Reproduce the data below line by line, from its first line to the line with "import threading", both included, and nothing past that point.

Excerpts from a dataset:
□ □ □ □ □
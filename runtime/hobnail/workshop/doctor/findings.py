"""Findings with their grades, and how probes are run: each guarded by itself, each within its time; s.

Knows nothing of robots.
"""

from __future__ import annotations

import threading
from collections.abc import Callable, Iterable, Iterator, Sequence
from dataclasses import dataclass
from enum import StrEnum

LIMIT_S = 8.0  # of one probe


class Grade(StrEnum):
    """How bad a finding is."""

    FINE = "fine"
    NOTE = "note"  # worth knowing
    MEND = "mend"  # keeps the robot from working


@dataclass(frozen=True, slots=True)
class Finding:
    """One thing found out about `subject`; `next` says what to do, where there is something to do."""

    subject: str
    grade: Grade
    text: str
    next: str = ""


@dataclass(frozen=True, slots=True)
class Probe:
    """One look at something.  `hangs` is what it means, and what to do, when it does not come back."""

    subject: str
    look: Callable[[], Iterable[Finding]]
    hangs: str = "see what the machine is busy with, then try again"


def fine(subject: str, text: str) -> Finding:
    """Nothing to do."""
    return Finding(subject, Grade.FINE, text)


def note(subject: str, text: str, next: str = "") -> Finding:
    """Worth knowing."""
    return Finding(subject, Grade.NOTE, text, next)


def mend(subject: str, text: str, next: str) -> Finding:
    """Must be mended."""
    return Finding(subject, Grade.MEND, text, next)


def examine(probes: Sequence[Probe], *, limit_s: float = LIMIT_S) -> Iterator[Finding]:
    """The findings of every probe, in order, as they come.

    A probe that fails or hangs is a finding of its own.  One that hangs is left
    behind in its thread: a transfer cannot be called back.
    """
    for probe in probes:
        found: list[Finding] = []
        thread = threading.Thread(target=_run, args=(probe, found), daemon=True)
        thread.start()
        thread.join(limit_s)
        if thread.is_alive():
            # What comes in later is not told: the list is copied.
            yield from [*found, mend(probe.subject, f"no result within {limit_s:g} s", probe.hangs)]
        else:
            yield from found


def _run(probe: Probe, found: list[Finding]) -> None:
    try:
        found.extend(probe.look())  # one by one: what came before it fails is kept
    except Exception as error:  # noqa: BLE001 -- one probe must not take the others with it
        found.append(
            mend(
                probe.subject,
                f"could not be looked at: {type(error).__name__}: {error}",
                "mend what this says; if it says nothing to you, report it with the command you gave",
            )
        )
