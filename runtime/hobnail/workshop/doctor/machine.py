"""Probes of the computer: Python, packages, scheduling, memory, processor, clock."""

from __future__ import annotations

import os
import re
import resource
import sys
from collections.abc import Iterator

from hobnail.service.realtime import FIFO_PRIORITY
from hobnail.workshop.doctor.case import Case
from hobnail.workshop.doctor.findings import Finding, fine, mend, note

OLDEST_PYTHON = (3, 11)
EARLIEST_S = 1_704_067_200.0  # 2024-01-01: an earlier time is that of a clock nobody has set
_REQUIREMENT = re.compile(r"(?P<name>[A-Za-z0-9._-]+)\s*(?:\(?>=\s*(?P<least>[0-9.]+)\)?)?")
_EXTRA = re.compile(r"""extra\s*==\s*["']([^"']+)["']""")


def python(case: Case) -> Iterator[Finding]:
    """The interpreter."""
    version = ".".join(map(str, case.world.python))
    if case.world.python < OLDEST_PYTHON:
        least = ".".join(map(str, OLDEST_PYTHON))
        yield mend("python", f"{version}, needed is {least} or newer", "install hobnail for a newer Python")
    else:
        yield fine("python", f"{version}, {sys.executable}")


def packages(case: Case) -> Iterator[Finding]:
    """What hobnail's package asks for; the hardware's libraries where real boards are driven."""
    world, needed = case.world, case.world.required()
    if not needed:
        yield note(
            "packages", "hobnail is run from its source: what it needs is not known", "`pip install .` in it"
        )
        return
    told, wrong = [f"hobnail {world.installed('hobnail')}"], []
    for line in needed:
        extra, found = _EXTRA.search(line), _REQUIREMENT.match(line)
        if found is None or (extra and not (extra[1] == "hardware" and case.is_hardware)):
            continue
        name, least = found["name"], found["least"] or ""
        have = world.installed(name)
        told.append(f"{name} {have}")
        if have is None or _numbers(have) < _numbers(least):
            wrong.append(f"{name} is {have or 'missing'}, needed {least or 'any'} or newer")
    if wrong:
        what = "hobnail[hardware]" if case.is_hardware else "hobnail"
        yield mend("packages", "; ".join(wrong), f"`pip install --upgrade '{what}'` with the Python above")
    else:
        yield fine("packages", ", ".join(told))


def _numbers(version: str) -> tuple[int, ...]:
    return tuple(int(part) for part in re.findall(r"\d+", version)[:3])


def scheduling(case: Case) -> Iterator[Finding]:
    """Real-time scheduling: as the service has it, as its unit allows it, or as this user may."""
    process = case.unit.get("MainPID", "0")
    if case.is_active and process.isdecimal() and int(process):
        try:
            policy = case.world.policy(int(process)) & ~os.SCHED_RESET_ON_FORK
        except ProcessLookupError:
            policy = None
        if policy == os.SCHED_FIFO:
            yield fine("real time", "the service runs with real-time scheduling")
        else:
            yield note(
                "real time",
                "the service runs without real-time scheduling: ticks may come late on a busy machine",
                "`--realtime` in the unit's ExecStart and LimitRTPRIO=50 allow it",
            )
        return
    if case.state is not None:
        yield note(
            "real time",
            "not known: the service manager does not say which process the service is",
            "a service started by hand says it itself, with --realtime: `hobnail log --all`"
            if _is_root(case)
            else "run this as root",
        )
        return
    allowed, who = _allowed(case, "LimitRTPRIO", resource.RLIMIT_RTPRIO)
    if allowed is None or allowed >= FIFO_PRIORITY or (not case.is_installed and _is_root(case)):
        yield fine("real time", f"{who} may use real-time scheduling")
    else:
        yield note(
            "real time",
            f"{who} may use priorities up to {allowed}, `--realtime` asks for {FIFO_PRIORITY}: ticks may "
            "come late on a busy machine",
            "run it by the unit, whose LimitRTPRIO allows it; for work at a desk it does not matter",
        )


def memory(case: Case) -> Iterator[Finding]:
    """Memory that may be locked, so that no tick waits for a page."""
    if case.state is not None and not case.is_installed:
        return  # what this user may lock says nothing of the service
    allowed, who = _allowed(case, "LimitMEMLOCK", resource.RLIMIT_MEMLOCK)
    if allowed is None or (not case.is_installed and _is_root(case)):
        yield fine("memory", f"{who} may lock all its memory")
    else:
        yield note(
            "memory",
            f"{who} may lock {allowed // 1024} kB only: a tick may wait for memory that was swapped out",
            "run it by the unit, whose LimitMEMLOCK allows it; for work at a desk it does not matter",
        )


def _allowed(case: Case, key: str, kind: int) -> tuple[int | None, str]:
    """The limit, None for no limit; and whose it is."""
    if case.is_installed and key in case.unit:
        text = case.unit[key]
        return (int(text) if text.isdecimal() else None), "the service"
    limit = case.world.limit(kind)
    return (None if limit == resource.RLIM_INFINITY else limit), "this user"


def _is_root(case: Case) -> bool:
    return case.world.find_user(None).uid == 0


def processor(case: Case) -> Iterator[Finding]:
    """The clock governor, where the kernel shows one."""
    path = case.world.path("/sys/devices/system/cpu/cpu0/cpufreq/scaling_governor")
    try:
        governor = path.read_text().strip()
    except OSError:
        return
    if governor == "powersave":
        yield note(
            "processor",
            "the clock governor is powersave: the processor may stay at its slowest",
            "if `hobnail state` shows late ticks, choose schedutil, ondemand or performance",
        )
    else:
        yield fine("processor", f"clock governor {governor}")


def clock(case: Case) -> Iterator[Finding]:
    """The wall clock: of use in logs only."""
    if case.world.wall_s() < EARLIEST_S:
        yield note(
            "clock",
            "the wall clock is before 2024: nobody has set it; the robot does not mind, its logs will",
            "let the network set it, or fit a battery-backed clock",
        )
□ □ □ □ □
RESPONSE BELOW
filename runtime/hobnail/workshop/doctor/findings.py
"""Findings with their grades, and how probes are run: each guarded by itself, each within its time; s.

Knows nothing of robots.
"""

from __future__ import annotations

import threading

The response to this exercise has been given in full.